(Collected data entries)
▶
def resting_rotation(normal: np.ndarray) -> np.ndarray:
    """The smallest rotation R (3, 3) taking the unit vector ``normal`` (3,) to -z."""
    n = np.asarray(normal, dtype=np.float64)
    n = n / np.linalg.norm(n)
    down = np.array([0.0, 0.0, -1.0])
    axis = np.cross(n, down)
    s, c = np.linalg.norm(axis), float(n @ down)
    if s < 1e-12:
        return np.eye(3) if c > 0 else np.diag([1.0, -1.0, -1.0])     # already down, or half a turn about x
    k = axis / s
    K = np.array([[0.0, -k[2], k[1]], [k[2], 0.0, -k[0]], [-k[1], k[0], 0.0]])
    return np.eye(3) + s * K + (1.0 - c) * (K @ K)                       # Rodrigues


def _merge_coplanar(hull: ConvexHull, tol: float, max_deg: float) -> np.ndarray:
    """Face label (F,) of each hull facet, by region growing around the largest unlabelled facet.

    A neighbour joins when all its vertices lie within ``tol`` of the seed facet's plane and its normal is
    within ``max_deg`` of the seed's, so a curved surface does not chain into one face.  Sliver facets (height
    under 10 tol, as along a sampled edge) have unreliable normals: they join on the distance alone, and seed
    nothing.
    """
    eq = hull.equations                                   # (F, 4): n . x + e = 0, n outward
    tri = hull.points[hull.simplices]                     # (F, 3, 3)
    area = 0.5 * np.linalg.norm(np.cross(tri[:, 1] - tri[:, 0], tri[:, 2] - tri[:, 0]), axis=1)
    longest = np.linalg.norm(tri - np.roll(tri, 1, axis=1), axis=2).max(axis=1)
    reliable = 2.0 * area / np.maximum(longest, 1e-300) >= 10.0 * tol
    cos_max = np.cos(np.deg2rad(max_deg))
    label = np.full(len(eq), -1)
    n_groups = 0
    for seed in np.argsort(-np.where(reliable, area, -1.0), kind="stable"):
        if label[seed] >= 0:
            continue
        n, e = eq[seed, :3], eq[seed, 3]
        label[seed] = n_groups
        stack = [seed]
        while stack:
            cand = np.unique(hull.neighbors[stack].ravel())
            cand = cand[label[cand] < 0]
            ok = (~reliable[cand] | (eq[cand, :3] @ n >= cos_max)) & (np.abs(tri[cand] @ n + e).max(axis=1) <= tol)
            stack = list(cand[ok])
            label[cand[ok]] = n_groups
        n_groups += 1
    return label


def _solid_angles(tri: np.ndarray) -> np.ndarray:
    """Solid angle (T,) subtended at the origin by triangles (T, 3, 3) (Van Oosterom and Strackee 1983)."""
    a, b, c = tri[:, 0], tri[:, 1], tri[:, 2]
    la, lb, lc = (np.linalg.norm(x, axis=1) for x in (a, b, c))
    num = np.abs(np.einsum("ij,ij->i", a, np.cross(b, c)))
    den = la * lb * lc + (a * b).sum(1) * lc + (a * c).sum(1) * lb + (b * c).sum(1) * la
    return 2.0 * np.arctan2(num, den)


def _segment_distance(q: np.ndarray, a: np.ndarray, b: np.ndarray) -> np.ndarray:
    """Distance (E,) from points q (E, 3) to segments a-b (E, 3)."""
    ab = b - a
    t = np.clip(((q - a) * ab).sum(1) / np.maximum((ab * ab).sum(1), 1e-30), 0.0, 1.0)
    return np.linalg.norm(q - a - t[:, None] * ab, axis=1)


def resting_faces(points: np.ndarray, centre_of_mass: np.ndarray, *, coplanar_tol: float = 1e-3,
                  coplanar_deg: float = 5.0, rest_merge_deg: float = 20.0) -> RestingPoses:
    """Stable resting faces of the convex hull of ``points`` (N, 3) for a body with ``centre_of_mass`` (3,).

    coplanar_tol, coplanar_deg: facets merge into one face when their vertices lie within this distance (a
    fraction of the hull diameter) of the seed facet's plane and their normals within this angle of its normal.
    rest_merge_deg: stable faces within this angle of a more probable stable face are one rest (a curved
    surface approximated by facets has a small patch of stable facets where the smooth surface has one point).
    """
    P = np.asarray(points, dtype=np.float64)
    c = np.asarray(centre_of_mass, dtype=np.float64)
    if P.ndim != 2 or P.shape[1] != 3 or len(P) < 4:
        raise ValueError(f"points must be (N >= 4, 3), got {P.shape}")
    hull = ConvexHull(P)
    V = P[hull.vertices]
    diam = float(np.linalg.norm(V.max(0) - V.min(0)))
    label = _merge_coplanar(hull, coplanar_tol * diam, coplanar_deg)
    G = int(label.max()) + 1
    tri = hull.points[hull.simplices]                                      # (F, 3, 3)
    cr = np.cross(tri[:, 1] - tri[:, 0], tri[:, 2] - tri[:, 0])
    area = 0.5 * np.linalg.norm(cr, axis=1)
    # Face planes: area-weighted facet normals; offset through the face's farthest vertex.
    n = np.zeros((G, 3))
    np.add.at(n, label, hull.equations[:, :3] * area[:, None])
    n /= np.linalg.norm(n, axis=1, keepdims=True)
    off = np.full(G, -np.inf)
    np.maximum.at(off, label, (tri @ n[label][:, :, None])[:, :, 0].max(axis=1))
    if (off - n @ c).min() <= 0:
        raise ValueError("the centre of mass is not inside the hull")
    height = off - n @ c                                                  # COM height when resting on each face
    foot = c + height[:, None] * n                                        # (G, 3) the COM's foot on each face plane

    # Stable: the foot lies inside the face polygon, i.e. inside one of its (convex union of) triangles.
    q = foot[label]                                                       # (F, 3)
    cfl = n[label]
    side = np.stack([(np.cross(tri[:, (k + 1) % 3] - tri[:, k], q - tri[:, k]) * cfl).sum(1) for k in range(3)], 1)
    eps = 1e-12 * diam * diam                                             # qhull's facets are not consistently ordered
    inside = (side >= -eps).all(axis=1) | (side <= eps).all(axis=1)
    stable = np.zeros(G, dtype=bool)
    stable[label[inside]] = True

    # Unstable faces tip over the boundary edge nearest the foot, onto the face across it.
    f_idx, k_idx = np.nonzero(label[hull.neighbors] != label[:, None])    # boundary edges (facet, opposite vertex)
    ea = hull.points[hull.simplices[f_idx, (k_idx + 1) % 3]]
    eb = hull.points[hull.simplices[f_idx, (k_idx + 2) % 3]]
    g_of = label[f_idx]
    dist = _segment_distance(foot[g_of], ea, eb)
    order = np.lexsort((dist, g_of))
    nb = label[hull.neighbors[f_idx, k_idx]]                              # the face across each boundary edge
    first = order[np.r_[True, g_of[order][1:] != g_of[order][:-1]]]
    tip = np.arange(G)
    tip[g_of[first]] = nb[first]
    # A roll lowers the centre of mass.  Where the face across the nearest edge is not lower (a sliver facet
    # of a sampled curved surface), the roll goes on to the lowest neighbouring face instead.
    order = np.lexsort((height[nb], g_of))
    lowest = np.arange(G)
    lowest[g_of[order[np.r_[True, g_of[order][1:] != g_of[order][:-1]]]]] = nb[order[np.r_[True, g_of[order][1:] != g_of[order][:-1]]]]
    idx = np.arange(G)
    succ = np.where(height[tip] < height, tip, np.where(height[lowest] < height, lowest, idx))
    succ = np.where(stable, idx, succ)
    rest = succ == np.arange(G)
    while True:                                                           # pointer jumping to the rests
        nxt = succ[succ]
        if np.array_equal(nxt, succ):
            break
        succ = nxt
    # Probability: solid angle subtended at the centre of mass by the faces rolling into each rest.
    omega = np.bincount(label, weights=_solid_angles(tri - c), minlength=G)
    prob = np.bincount(succ, weights=omega, minlength=G) / (4.0 * np.pi)

    # Rests: faces that end a roll (stable ones, and local minima of the height that faceting left just
    # short of stable), most probable first.  Small rests within ``rest_merge_deg`` of a more probable small
    # one join it: a curved surface approximated by facets has a patch of them where the smooth surface has
    # one point (or, rolling on a cylinder, one arc per rest_merge_deg).
    cands = np.flatnonzero(rest & (prob > MIN_PROBABILITY))
    face_area = np.bincount(label, weights=area, minlength=G)
    cands = cands[np.lexsort((-face_area[cands], -prob[cands]))]
    cos_merge = np.cos(np.deg2rad(rest_merge_deg))
    small = face_area < SMALL_FACE * area.sum()
    taken = np.zeros(G, dtype=bool)
    faces = []
    for g in cands:
        if taken[g]:
            continue
        join = cands[~taken[cands] & (n[cands] @ n[g] >= cos_merge) & small[cands]] if small[g] else [g]
        taken[join] = True
        normal = (prob[join, None] * n[join]).sum(0)
        normal /= np.linalg.norm(normal)
        faces.append(RestingFace(normal, float((V @ normal).max()), float(face_area[join].sum()),
                                 float(prob[join].sum())))
    faces.sort(key=lambda f: -f.probability)
    return RestingPoses(tuple(faces), c, V)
◀
Return the span of lines in the data above that opens at the line with "nb[order[np.r_[True, g_of[order][1:] != g_of[order][:-1]]]]" and closes at the line with "normal /= np.linalg.norm(normal)", exactly, ends included, nothing else.

▶ [RESPONSE TO THIS EXERCISE]:
    lowest[g_of[order[np.r_[True, g_of[order][1:] != g_of[order][:-1]]]]] = nb[order[np.r_[True, g_of[order][1:] != g_of[order][:-1]]]]
    idx = np.arange(G)
    succ = np.where(height[tip] < height, tip, np.where(height[lowest] < height, lowest, idx))
    succ = np.where(stable, idx, succ)
    rest = succ == np.arange(G)
    while True:                                                           # pointer jumping to the rests
        nxt = succ[succ]
        if np.array_equal(nxt, succ):
            break
        succ = nxt
    # Probability: solid angle subtended at the centre of mass by the faces rolling into each rest.
    omega = np.bincount(label, weights=_solid_angles(tri - c), minlength=G)
    prob = np.bincount(succ, weights=omega, minlength=G) / (4.0 * np.pi)

    # Rests: faces that end a roll (stable ones, and local minima of the height that faceting left just
    # short of stable), most probable first.  Small rests within ``rest_merge_deg`` of a more probable small
    # one join it: a curved surface approximated by facets has a patch of them where the smooth surface has
    # one point (or, rolling on a cylinder, one arc per rest_merge_deg).
    cands = np.flatnonzero(rest & (prob > MIN_PROBABILITY))
    face_area = np.bincount(label, weights=area, minlength=G)
    cands = cands[np.lexsort((-face_area[cands], -prob[cands]))]
    cos_merge = np.cos(np.deg2rad(rest_merge_deg))
    small = face_area < SMALL_FACE * area.sum()
    taken = np.zeros(G, dtype=bool)
    faces = []
    for g in cands:
        if taken[g]:
            continue
        join = cands[~taken[cands] & (n[cands] @ n[g] >= cos_merge) & small[cands]] if small[g] else [g]
        taken[join] = True
        normal = (prob[join, None] * n[join]).sum(0)
        normal /= np.linalg.norm(normal)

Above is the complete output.